Start of Records provided
def _arrays(rows: list[Row], recompute: bool) -> dict[str, np.ndarray]:
    n = len(rows)
    ids = np.fromiter((r[0] for r in rows), dtype=np.int64, count=n)
    fps = np.empty((n, FP_WORDS), dtype=np.uint64)
    from registry.search.elements import compound_mask

    elements = np.empty((n, 2), dtype=np.uint64)
    raw, smiles = bytearray(), bytearray()
    offsets = np.zeros(n + 1, dtype=np.int64)
    smiles_offsets = np.zeros(n + 1, dtype=np.int64)
    for i, (_, binary, fp, text) in enumerate(rows):
        if recompute or fp is None or len(fp) != FP_BITS // 8:
            fps[i] = _fresh_fp(binary)
        else:
            fps[i] = np.frombuffer(fp, dtype="<u8")
        raw += binary
        offsets[i + 1] = len(raw)
        smiles += text.encode("utf-8")
        smiles_offsets[i + 1] = len(smiles)
        elements[i] = compound_mask(text, binary)
    return {
        "ids": ids,
        "fps": np.ascontiguousarray(fps.T),
        "offsets": offsets,
        "blob": np.frombuffer(bytes(raw), dtype=np.uint8),
        "smiles_offsets": smiles_offsets,
        "smiles_blob": np.frombuffer(bytes(smiles), dtype=np.uint8),
        "elements": np.ascontiguousarray(elements.T),
    }


def _stored_fps_current(rows: list[Row]) -> bool:
    """Do the stored fingerprints agree with the running RDKit (checked on a spread sample)?"""
    with_fp = [r for r in rows if r[2] is not None]
    if not with_fp:
        return True
    step = max(1, len(with_fp) // _SAMPLE)
    for _, binary, fp, _ in with_fp[::step][:_SAMPLE]:
        if not np.array_equal(_fresh_fp(binary), np.frombuffer(fp, dtype="<u8")):
            return False
    return True


def build_index(database: Any) -> ScreenIndex:
    """Read every compound's binary and fingerprint from the database (one snapshot)."""
    with database.read() as conn:
        signature = database_signature(conn)
        rows = _fetch(conn, 0)
    notes = []
    recompute = not _stored_fps_current(rows)
    if recompute:
        notes.append(
            "stored pattern fingerprints differ from this RDKit's; the index uses recomputed ones"
        )
    signature["recomputed_fps"] = recompute
    return ScreenIndex(**_arrays(rows, recompute), signature=signature,
                       rdkit_version=rdkit_version(), notes=notes)  # fmt: skip


def _extend(index: ScreenIndex, rows: list[Row], sig: dict) -> ScreenIndex:
    new = _arrays(rows, bool(index.signature.get("recomputed_fps")))
    sig["recomputed_fps"] = bool(index.signature.get("recomputed_fps"))
    assert index.smiles_offsets is not None and index.smiles_blob is not None
    return ScreenIndex(
        ids=np.concatenate([index.ids, new["ids"]]),
        fps=np.concatenate([index.fps, new["fps"]], axis=1),
        offsets=np.concatenate([index.offsets, new["offsets"][1:] + int(index.offsets[-1])]),
        blob=np.concatenate([index.blob, new["blob"]]),
        smiles_offsets=np.concatenate(
            [index.smiles_offsets, new["smiles_offsets"][1:] + int(index.smiles_offsets[-1])]
        ),
        smiles_blob=np.concatenate([index.smiles_blob, new["smiles_blob"]]),
        elements=None
        if index.elements is None
        else np.concatenate([index.elements, new["elements"]], axis=1),
        signature=sig,
        rdkit_version=index.rdkit_version,
        notes=["index extended with new compounds"],
    )


# ---------------------------------------------------------------- the cache file


def save_index(index: ScreenIndex, path: Path) -> None:
    """Write atomically (temporary file + rename), so readers never see half a file."""
    arrays = {
        name: getattr(index, name)
        for name in ("ids", "fps", "offsets", "blob", "smiles_offsets", "smiles_blob", "elements")
        if getattr(index, name) is not None
    }
    header = {"format": FORMAT_VERSION, "signature": index.signature, "rdkit": index.rdkit_version}
    cachefile.save_arrays(path, MAGIC, header, arrays)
End of Records provided
§ **Prompt**: Would you transcribe the listing word for word?

§ **Response to the task**:
def _arrays(rows: list[Row], recompute: bool) -> dict[str, np.ndarray]:
    n = len(rows)
    ids = np.fromiter((r[0] for r in rows), dtype=np.int64, count=n)
    fps = np.empty((n, FP_WORDS), dtype=np.uint64)
    from registry.search.elements import compound_mask

    elements = np.empty((n, 2), dtype=np.uint64)
    raw, smiles = bytearray(), bytearray()
    offsets = np.zeros(n + 1, dtype=np.int64)
    smiles_offsets = np.zeros(n + 1, dtype=np.int64)
    for i, (_, binary, fp, text) in enumerate(rows):
        if recompute or fp is None or len(fp) != FP_BITS // 8:
            fps[i] = _fresh_fp(binary)
        else:
            fps[i] = np.frombuffer(fp, dtype="<u8")
        raw += binary
        offsets[i + 1] = len(raw)
        smiles += text.encode("utf-8")
        smiles_offsets[i + 1] = len(smiles)
        elements[i] = compound_mask(text, binary)
    return {
        "ids": ids,
        "fps": np.ascontiguousarray(fps.T),
        "offsets": offsets,
        "blob": np.frombuffer(bytes(raw), dtype=np.uint8),
        "smiles_offsets": smiles_offsets,
        "smiles_blob": np.frombuffer(bytes(smiles), dtype=np.uint8),
        "elements": np.ascontiguousarray(elements.T),
    }


def _stored_fps_current(rows: list[Row]) -> bool:
    """Do the stored fingerprints agree with the running RDKit (checked on a spread sample)?"""
    with_fp = [r for r in rows if r[2] is not None]
    if not with_fp:
        return True
    step = max(1, len(with_fp) // _SAMPLE)
    for _, binary, fp, _ in with_fp[::step][:_SAMPLE]:
        if not np.array_equal(_fresh_fp(binary), np.frombuffer(fp, dtype="<u8")):
            return False
    return True


def build_index(database: Any) -> ScreenIndex:
    """Read every compound's binary and fingerprint from the database (one snapshot)."""
    with database.read() as conn:
        signature = database_signature(conn)
        rows = _fetch(conn, 0)
    notes = []
    recompute = not _stored_fps_current(rows)
    if recompute:
        notes.append(
            "stored pattern fingerprints differ from this RDKit's; the index uses recomputed ones"
        )
    signature["recomputed_fps"] = recompute
    return ScreenIndex(**_arrays(rows, recompute), signature=signature,
                       rdkit_version=rdkit_version(), notes=notes)  # fmt: skip


def _extend(index: ScreenIndex, rows: list[Row], sig: dict) -> ScreenIndex:
    new = _arrays(rows, bool(index.signature.get("recomputed_fps")))
    sig["recomputed_fps"] = bool(index.signature.get("recomputed_fps"))
    assert index.smiles_offsets is not None and index.smiles_blob is not None
    return ScreenIndex(
        ids=np.concatenate([index.ids, new["ids"]]),
        fps=np.concatenate([index.fps, new["fps"]], axis=1),
        offsets=np.concatenate([index.offsets, new["offsets"][1:] + int(index.offsets[-1])]),
        blob=np.concatenate([index.blob, new["blob"]]),
        smiles_offsets=np.concatenate(
            [index.smiles_offsets, new["smiles_offsets"][1:] + int(index.smiles_offsets[-1])]
        ),
        smiles_blob=np.concatenate([index.smiles_blob, new["smiles_blob"]]),
        elements=None
        if index.elements is None
        else np.concatenate([index.elements, new["elements"]], axis=1),
        signature=sig,
        rdkit_version=index.rdkit_version,
        notes=["index extended with new compounds"],
    )


# ---------------------------------------------------------------- the cache file


def save_index(index: ScreenIndex, path: Path) -> None:
    """Write atomically (temporary file + rename), so readers never see half a file."""
    arrays = {
        name: getattr(index, name)
        for name in ("ids", "fps", "offsets", "blob", "smiles_offsets", "smiles_blob", "elements")
        if getattr(index, name) is not None
    }
    header = {"format": FORMAT_VERSION, "signature": index.signature, "rdkit": index.rdkit_version}
    cachefile.save_arrays(path, MAGIC, header, arrays)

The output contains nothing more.